Dr Aurodeep Nandi of Nomura warns that India's growth model is more fragile than the headline GDP number suggests, and that without stronger domestic demand and a serious R&D push, the middle income trap looms large.
India's GDP growth rate rarely makes headlines for the wrong reasons. At 6–7.5%, it is the envy of most major economies. But at the ET Alpha Wealth Summit's panel on India's growth story, Nomura India Economist Dr Aurodeep Nandi offered a more uncomfortable read, one that cuts beneath the headline and asks whether the quality of India's growth is actually building lasting prosperity.
His verdict: India scores 6 to 7 out of 10 on growth durability today. Getting to 8 or 9 requires a structural shift that has not happened yet.
Nandi was part of the panel discussion on the topic 'India's Growth Story: How Durable it is?at the ET Alpha Wealth Summit in Mumbai last week. Along with Nandi, the panel included Garima Kapoor, Deputy Head of Research and Economist at Elara Securities, Sakshi Gupta of HDFC Bank, and Dharmakirti Joshi of CRISIL. Deepak Ajwani, Editor, ET Digital, moderated the panel.
The India story is not one story
Nandi's first intervention was a corrective. When people talk about the "India story," they assume a single, coherent growth engine. The reality is more uneven. Current growth is being driven primarily by consumption, and specifically, consumption in the top half of the income distribution. India's services exports and remittances are the two pillars quietly holding up the balance of payments even as capital flows remain weak.

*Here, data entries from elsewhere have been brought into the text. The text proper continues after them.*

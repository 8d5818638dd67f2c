import { createHash } from 'node:crypto';
import type { Domain } from '#contract/domains.ts';

/** What the codes of a deposit stand on: the grouping and, per domain, code and groups. Names and colours do not change codes. */
export function recipeSha256(domains: readonly Pick<Domain, 'code' | 'groupingId' | 'groupLabels'>[]): string {
  const lines = domains.map(({ code, groupingId, groupLabels }) => `${code}=${groupingId}:${groupLabels.join('+')}`).sort();
  return createHash('sha256').update(lines.join('\n')).digest('hex');
}
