import type { Knex } from 'knex';
import { DomainEvidence, type Domain } from '#contract/domains.ts';

interface EvidenceRow {
  domain_id: number;
  snapshot_id: string;
  domain_version: number;
  result: string;
  created_at: string;
}

/** What the task computed for one domain. */
export const EvidenceResult = DomainEvidence.omit({ snapshotId: true, snapshotNumber: true, createdAt: true, isStale: true });
export type EvidenceResult = Omit<DomainEvidence, 'snapshotId' | 'snapshotNumber' | 'createdAt' | 'isStale'>;

export function evidenceRepository(db: Knex) {
  return {
    async find({ id, evidenceIsStale }: Pick<Domain, 'id' | 'evidenceIsStale'>): Promise<DomainEvidence | null> {
      const row: (EvidenceRow & { snapshot_number: number }) | undefined = await db('domain_evidence')
        .join('domains', 'domains.id', 'domain_evidence.domain_id')
        .join('snapshots', (on) => on.on('snapshots.id', 'domain_evidence.snapshot_id').andOn('snapshots.deposit_id', 'domains.deposit_id'))
        .where('domain_evidence.domain_id', id)
        .first('domain_evidence.*', 'snapshots.number as snapshot_number');
      if (!row) return null;
      const result = EvidenceResult.parse(JSON.parse(row.result));
      return { ...result, snapshotId: row.snapshot_id, snapshotNumber: row.snapshot_number, createdAt: row.created_at, isStale: evidenceIsStale };
    },
    /** Evidence of one version stands for another that is the same but for its number. */
    carryOver: (domainId: number, from: number, to: number) => db<EvidenceRow>('domain_evidence').where({ domain_id: domainId, domain_version: from }).update({ domain_version: to }),
    put: (row: EvidenceRow) => db<EvidenceRow>('domain_evidence').insert(row).onConflict('domain_id').merge(),
  };
}
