import { useQuery } from '@tanstack/react-query';
import { useMemo, useRef } from 'react';
import type { ChartHandle } from '#src/components/charts/chart-types.ts';
import { PlanView } from '#src/components/charts/plan-view.tsx';
import { Empty } from '#src/components/ui/empty.tsx';
import { useFigureExports } from '#src/components/ui/figure-exports.ts';
import { Skeleton } from '#src/components/ui/loading.tsx';
import { Plate } from '#src/components/ui/plate.tsx';
import { holesQuery } from '#src/lib/deposit-queries.ts';
import { countOf, formatMetres } from '#src/lib/format.ts';
import { faultLine, reachOf, traceOf } from '#src/lib/hole-traces.ts';
import { useDeposit } from '#src/lib/use-deposit.ts';
import { gridWords } from '../model.ts';

/** Where the holes lie: collars, traces and faults from above. */
export function PlanPlate() {
  const deposit = useDeposit();
  const { data, error, refetch } = useQuery(holesQuery(deposit.id));
  const chart = useRef<ChartHandle>(null);
  const traces = useMemo(() => (data?.holes ?? []).map(traceOf), [data]);
  const faults = useMemo(() => {
    const reach = reachOf(data?.holes ?? []);
    return reach ? (data?.faults ?? []).flatMap((fault) => faultLine(fault, reach) ?? []) : [];
  }, [data]);
  const grid = `${gridWords(deposit.grid)}, m`;
  const metres = (data?.holes ?? []).reduce((sum, { lengthM }) => sum + lengthM, 0);
  const caption = `${countOf(traces.length, 'hole')}, ${formatMetres(metres)} · dots: collars${faults.length > 0 ? ' · broken: faults' : ''}`;
  const table = useMemo(
    () => ({
      caption: 'Holes with their collars',
      columns: ['Hole', 'East, m', 'North, m', 'Elevation, m', 'Length, m'],
      rows: (data?.holes ?? []).map(({ hole, x, y, z, lengthM }) => [hole, x, y, z, lengthM]),
    }),
    [data],
  );
  const exports = useFigureExports(chart, {
    fileName: `${deposit.name}-plan`,
    caption,
    table: () => table,
  });
  return (
    <Plate
      title="Plan"
      qualifier={grid}
      caption={traces.length > 0 ? caption : undefined}
      error={data ? undefined : error}
      onRetry={() => void refetch()}
      exports={traces.length > 0 ? exports : undefined}
      empty={
        data && traces.length === 0 ? (
          <Empty>Holes are drawn here from above once collars and surveys are loaded.</Empty>
        ) : undefined
      }
    >
      {data ? (
        <PlanView
          chartRef={chart}
          title={`Plan of ${deposit.name}`}
          description={`${countOf(traces.length, 'hole')} from above on ${grid}`}
          holes={traces}
          faults={faults}
          table={table}
          height={244}
        />
      ) : (
        <Skeleton lines={8} />
      )}
    </Plate>
  );
}
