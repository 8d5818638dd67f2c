import * as z from 'zod';
import { Id } from '#contract/common.ts';
import { orNotFound } from '#server/lib/errors.ts';
import type { AnalysisDeps } from '#server/modules/components/components.service.ts';
import { depositById, storedParts } from '#server/modules/deposits/deposits.repository.ts';
import { chunksOf } from '#server/modules/jobs/run-parts.ts';
import type { GroupingsService } from '#server/modules/groupings/groupings.service.ts';
import { tablesOf } from '#server/modules/snapshots/snapshot-tables.ts';
import type { EvidenceInput, EvidenceOutput } from '#workers/tasks/evidence.ts';
import type { DomainsService } from './domains.service.ts';
import { evidenceRepository } from './evidence.repository.ts';

const Params = z.strictObject({ domainIds: z.array(Id) });

/** Registers gathering evidence as a job. */
export function registerEvidence({ db, clock, jobs, snapshots }: AnalysisDeps, groupings: GroupingsService, domains: DomainsService): void {
  jobs.register<EvidenceInput, EvidenceOutput>('evidence', {
    task: 'evidence',
    async prepare({ depositId, params }) {
      const { domainIds } = Params.parse(params);
      const grouping = orNotFound(await groupings.active(depositId), 'grouping');
      const snapshot = orNotFound(await snapshots.find(depositId, grouping.snapshotId), 'snapshot');
      const { domains: standing } = await domains.list(depositId);
      const deposit = orNotFound(await depositById(db, depositId), 'deposit');
      const pay = storedParts(deposit).payAnalytes;
      const known = new Set(snapshot.analytes.map(({ analyte }) => analyte));
      return {
        tables: tablesOf(snapshot), structureTableId: snapshot.structureTableId, faults: snapshot.faults.map(({ name }) => name), support: grouping.support, groupingTableId: grouping.tableId,
        payAnalytes: pay.map(({ analyte }) => analyte).filter((analyte) => known.has(analyte)),
        domains: standing.map(({ id, code, name, groupLabels, version }) => ({ id, code, name, groupLabels, version })), domainIds, snapshotId: snapshot.id,
      };
    },
    // A thread per run of domains: what speaks for one does not depend on the evidence of another.
    parts: {
      split: (input, count) => chunksOf(input.domainIds, count).map((domainIds) => ({ ...input, domainIds })),
      join: (outputs) => ({ snapshotId: outputs[0].snapshotId, evidence: outputs.flatMap(({ evidence }) => evidence) }),
    },
    async finish(trx, _job, { snapshotId, evidence }) {
      const repository = evidenceRepository(trx);
      for (const { domainVersion, ...result } of evidence) {
        await repository.put({ domain_id: result.domainId, snapshot_id: snapshotId, domain_version: domainVersion, result: JSON.stringify(result), created_at: clock().toISOString() });
      }
      return { kind: 'evidence', id: evidence[0]?.domainId ?? 0 };
    },
  });
}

What has not kept pace is manufacturing, stuck at around 16–17% of GDP for years. Private investment has not responded meaningfully to either the corporate tax cuts of recent years or the massive public capex push. The conventional economic logic, that government infrastructure spending crowds in private investment, has simply not worked as advertised.
"Why will you invest if your current factory is still operating at 75–80% capacity?" Nandi asked. The answer is you won't, not until domestic demand recovers.
The Middle Income trap is not a metaphor
Nandi introduced one of the panel's sharpest data points. In 1990, India and China had comparable per capita incomes. Today, China's per capita income stands at roughly $14,000 — on the verge of escaping the middle income trap. India's is around $2,500–$2,600. The same lower-middle-income classification it held three decades ago.
Countries that escape this trap, he argued, need more than steady GDP growth. They need the kind of quality growth that meaningfully lifts household incomes, generates domestic demand, and creates a virtuous cycle. India has the former. The latter remains elusive.
Why foreign money is still leaving
When ₹21,000 crore of FII money exited Indian markets in a single day, the reflexive explanation pointed to better returns elsewhere — South Korea's AI rally, higher US yields. Nandi does not disagree, but he pushes further.
Higher US 10-year yields — now around 4.5% — give global investors a clean, low-risk alternative to emerging market exposure. The rupee depreciation risk alone makes India a harder sell when dollars can compound at home.
But the deeper issue is structural. India is not in the AI value chain where it matters most. The country has no presence in frontier AI model development, no dominant position in semiconductor manufacturing, and its main AI roles — data centres and adoption — do not excite global capital allocators in the way chip design or model training does.
At the core of all of this, Nandi argues, is India's chronic underinvestment in research and development. "It is the lack of R&D that has always been there in India, which has to rapidly change," he said, warning that even India's services export strength faces long-term pressure as AI restructures global IT delivery and H-1B visa policies tighten.
The one pocket of optimism
Asked where investors are being too pessimistic, Nandi pointed to two areas. Premium consumption, catering to the upper end of India's income pyramid, remains structurally well-placed. And fears about El Niño derailing the rural economy and spiking food inflation may be overdone: historical data shows that weak rainfall does not reliably translate into either outcome.
India's long-term story is not broken. But building something durable out of it demands harder choices than the headline growth rate suggests.